Slayers are able to move faster and react more quickly than normal human beings. Buffy has been shown snatching a crossbow bolt in mid-flight,[22] dodging gunfire from multiple ranges and setting off a bear trap, but not getting caught in it.[23] At one point Buffy was fast enough to outrun a raiding motorcyclist on his bike shortly after her resurrection.[24] Faith has been shown to dodge shotgun blasts at point-blank range and Dana was able to dodge a tranquilizer dart also fired at point-blank range. A Slayer is capable of superhuman feats of agility. She can leap to great heights;[25] though the maximum is unknown, Buffy was shown to be capable of reaching the roof of the original Sunnydale High in a very short period of time, after running up a sloping wall then flipping onto the roof.[26]

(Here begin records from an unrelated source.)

/**
 * The Redis sink adapter: a batch goes out as one pipeline (or one MULTI/EXEC), and every reply
 * is checked and attributed to the record whose command it answers.
 */
import {
  type Batch,
  type ErrorClass,
  messageOf,
  type PartialWrite,
  type SinkAdapter,
  StoreError,
} from '@spillway/core';
import type { ChainableCommander, Cluster } from 'ioredis';
import { classifyRedisError, isUnknownOutcome, redisErrorPrefix } from './classify.js';
import { commandList, type RedisCommand, type RedisMapping } from './commands.js';
import { type RedisAdapterOptions, type ResolvedRedisOptions, resolveRedisOptions } from './options.js';
import { keySlot } from './slot.js';

type Reply = [error: Error | null, result: unknown];

/** Severity when one record's commands fail differently: the worst reading wins. */
const RANK: Record<ErrorClass, number> = { retry: 0, split: 1, fatal: 2 };

/** Where a command's key is: after the script and key count for scripts, else the first argument. */
function commandKey(command: RedisCommand): RedisCommand[1] | undefined {
  const name = command[0].toUpperCase();
  if (
    name === 'EVAL' ||
    name === 'EVALSHA' ||
    name === 'FCALL' ||
    name === 'EVAL_RO' ||
    name === 'EVALSHA_RO' ||
    name === 'FCALL_RO'
  ) {
    return Number(command[2]) > 0 ? command[3] : undefined;
  }
  return command[1];
}

/** A server message without the arguments Redis may echo (they can hold record data). */
function safeMessage(error: unknown): string {
  return messageOf(error).replace(/, with args beginning with:.*$/s, '');
}

export class RedisAdapter<T> implements SinkAdapter<T> {
  readonly kind = 'redis';
  private readonly o: ResolvedRedisOptions<T>;

  constructor(options: RedisAdapterOptions<T>) {
    this.o = resolveRedisOptions(options);
  }

  get mapping(): RedisMapping<T> {
    return this.o.mapping;
  }

  // biome-ignore lint/suspicious/noConfusingVoidType: matches SinkAdapter.write
  async write(batch: Batch<T>): Promise<void | PartialWrite> {
    const { mapping } = this.o;
    const commands: RedisCommand[] = [];
    const owner: number[] = [];
    // Record index → its worst error so far.
    const failed = new Map<number, StoreError>();
    for (let i = 0; i < batch.records.length; i++) {
      let list: readonly RedisCommand[];
      try {
        list = commandList(mapping, batch.records[i] as T, batch.metas[i]);
        if (list.length === 0) continue;
      } catch (error) {
        failed.set(
          i,
          new StoreError(`Mapping "${mapping.name}" failed for a record: ${messageOf(error)}`, {
            cause: error,
            details: { mapping: mapping.name, stage: 'mapping' },
          }),
        );
        continue;
      }
      for (const c of list) {
        commands.push(c);
        owner.push(i);
      }
    }

    if (commands.length > 0) {
      const groups = this.groups(commands);
      await Promise.all(
        groups.map(async (indexes) => {
          const replies = await this.send(
            indexes.map((k) => commands[k]!),
            groups.length === 1,
          );
          for (let j = 0; j < indexes.length; j++) {
            const k = indexes[j]!;
            const error = replies[j]?.[0];
            if (!error) continue;
            const command = commands[k]!;
            if (mapping.isReplay?.(error, command)) continue;
            this.blame(failed, owner[k]!, this.wrap(error, command));
          }
        }),
      );
    }
    if (failed.size === 0) return undefined;
    return { rejected: [...failed].map(([index, error]) => ({ index, error })) };
  }

  /** Keeps the worst error of a record (fatal over split over retry). */
  private blame(failed: Map<number, StoreError>, index: number, error: StoreError): void {
    const before = failed.get(index);
    if (before === undefined || RANK[this.classify(error)] > RANK[this.classify(before)])
      failed.set(index, error);
  }

  /**
   * Command indexes grouped so that each group can go out as one pipeline: everything for a
   * standalone server; per node for a cluster pipeline; per slot for a cluster transaction.
   */
  private groups(commands: readonly RedisCommand[]): number[][] {
    const client = this.o.client as Cluster & { isCluster?: boolean; slots?: string[][] };
    if (client.isCluster !== true) return [commands.map((_, i) => i)];
    const byGroup = new Map<string, number[]>();
    for (let i = 0; i < commands.length; i++) {
      const key = commandKey(commands[i]!);
      const slot = key === undefined ? 0 : keySlot(key);
      const nodes = this.o.atomic ? undefined : client.slots?.[slot];
      const id = nodes && nodes.length > 0 ? nodes.join(';') : `slot:${slot}`;
      let g = byGroup.get(id);
      if (!g) byGroup.set(id, (g = []));
      g.push(i);
    }
    return [...byGroup.values()];
  }

  /** Sends one group; every command gets a reply pair, errors included. */
  private async send(commands: RedisCommand[], wholeBatch: boolean): Promise<Reply[]> {
    if (!this.o.atomic) {
      try {
        const replies = (await this.queue(this.o.client.pipeline(), commands).exec()) as Reply[] | null;
        if (replies) return replies;
        return commands.map(() => [new StoreError('Redis pipeline returned no replies'), null]);
      } catch (error) {
        // A cluster client can refuse a pipeline before sending it: nothing ran.
        return commands.map(() => [error as Error, null]);
      }
    }
    try {
      const replies = (await this.queue(this.o.client.multi(), commands).exec()) as Reply[] | null;
      // null: the transaction was discarded (a WATCHed key changed); nothing was applied.
      if (replies) return replies;
      return commands.map(() => [
        new StoreError('Redis transaction was discarded (EXEC returned null)', { driverCode: 'EXECNULL' }),
        null,
      ]);
    } catch (error) {
      if (redisErrorPrefix(error) === 'EXECABORT' && wholeBatch) {
        // Nothing was applied; let the engine bisect the batch to find the record(s) refused.
        throw this.wrap(error, ['EXEC']);
      }
      if (redisErrorPrefix(error) === 'EXECABORT') return this.isolate(commands);
      return commands.map(() => [error as Error, null]);
    }
  }

  /** A cluster slot's transaction was refused while queueing: find the bad commands one by one. */
  private async isolate(commands: RedisCommand[]): Promise<Reply[]> {
    const out: Reply[] = [];
    for (const c of commands) {
      try {
        const r = (await this.queue(this.o.client.multi(), [c]).exec()) as Reply[] | null;
        out.push(
          r?.[0] ?? [
            new StoreError('Redis transaction was discarded (EXEC returned null)', {
              driverCode: 'EXECNULL',
            }),
            null,
          ],
        );
      } catch (error) {
        out.push([error as Error, null]);
      }
    }
    return out;
  }

  /** Queues commands by name (`call`), so any command the server knows can be sent. */
  private queue(pipeline: ChainableCommander, commands: readonly RedisCommand[]): ChainableCommander {
    for (const c of commands)
      (pipeline.call as (...a: unknown[]) => unknown).apply(pipeline, c as unknown as unknown[]);
    return pipeline;
  }

  private wrap(error: unknown, command: readonly [string, ...unknown[]]): StoreError {
    if (error instanceof StoreError) return error;
    const unknown = isUnknownOutcome(error);
    const name = String(command[0]).toUpperCase();
    const driverCode =
      redisErrorPrefix(error) ??
      (error instanceof Error ? ((error as { code?: string }).code ?? error.name) : undefined);
    const what = unknown ? `outcome unknown for ${name}` : `${name} failed`;
    return new StoreError(`Redis ${what} (mapping "${this.o.mapping.name}"): ${safeMessage(error)}`, {
      cause: error,
      driverCode,
      details: { command: name, mapping: this.o.mapping.name, outcome: unknown ? 'unknown' : 'failed' },
    });
  }

  classify(error: unknown): ErrorClass {
    if (error instanceof StoreError && error.details.stage === 'mapping') return 'split';
    const cls = classifyRedisError(error, {
      unknownOutcome: this.o.onUnknownOutcome === 'retry' ? 'retry' : 'split',
    });
    // A client the user ended will not come back: retrying would only wait out the budget.
    if (cls === 'retry' && this.o.client.status === 'end' && redisErrorPrefix(error) === undefined)
      return 'fatal';
    return cls;
  }

  async close(): Promise<void> {
    if (!this.o.closeClient) return;
    try {
      await this.o.client.quit();
    } catch {
      this.o.client.disconnect();
    }
  }
}

/** Creates the Redis adapter; pass it to `new Sink(adapter, options)`. */
export function redisAdapter<T>(options: RedisAdapterOptions<T>): RedisAdapter<T> {
  return new RedisAdapter(options);
}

Resilience and healing[edit]

A Slayer's body is substantially more durable and resistant to blunt force trauma than an ordinary human's and there is evidence of an incredibly high pain tolerance. It is difficult, though not impossible, to bruise them, break their bones or strain their joints. Buffy has suffered from a sprained arm as a consequence of fighting vampires.[27] Melaka Fray is hit with a steel girder thrown at her from a demon and recovers within minutes;[11] she is also shown to fall from a height of over five stories to land face-first on a cement sidewalk and be only dazed before fully recovering in moments,[28] and at a later time, to fall four stories down, crash through the cement roof of an adjacent building and fall down the height of one more story, and recover instantly.[29] Buffy can leap from a window with a man in her arms, landing on the ground and letting her body take the brunt of the fall.[30] Buffy has been hit by a moving truck, got up and run off.[13] Faith has fallen from a height of three stories on top of a closed dumpster, rolled off it to hit the ground and got up immediately with no signs of damage;[18] she also was able to hold her own in a fight with Buffy less than 24 hours after waking from a nine-month coma[19]—a coma which she entered after surviving a deep stab wound to the abdomen immediately followed by a fall from the top of a multi-story building into a moving truck.[31] Also, in an attempt from the Watcher's Council to capture Faith without killing her in "Sanctuary", they prepare a tranquilizer that is capable of knocking out a man twice her size, which is more than enough to subdue an ordinary young woman her size.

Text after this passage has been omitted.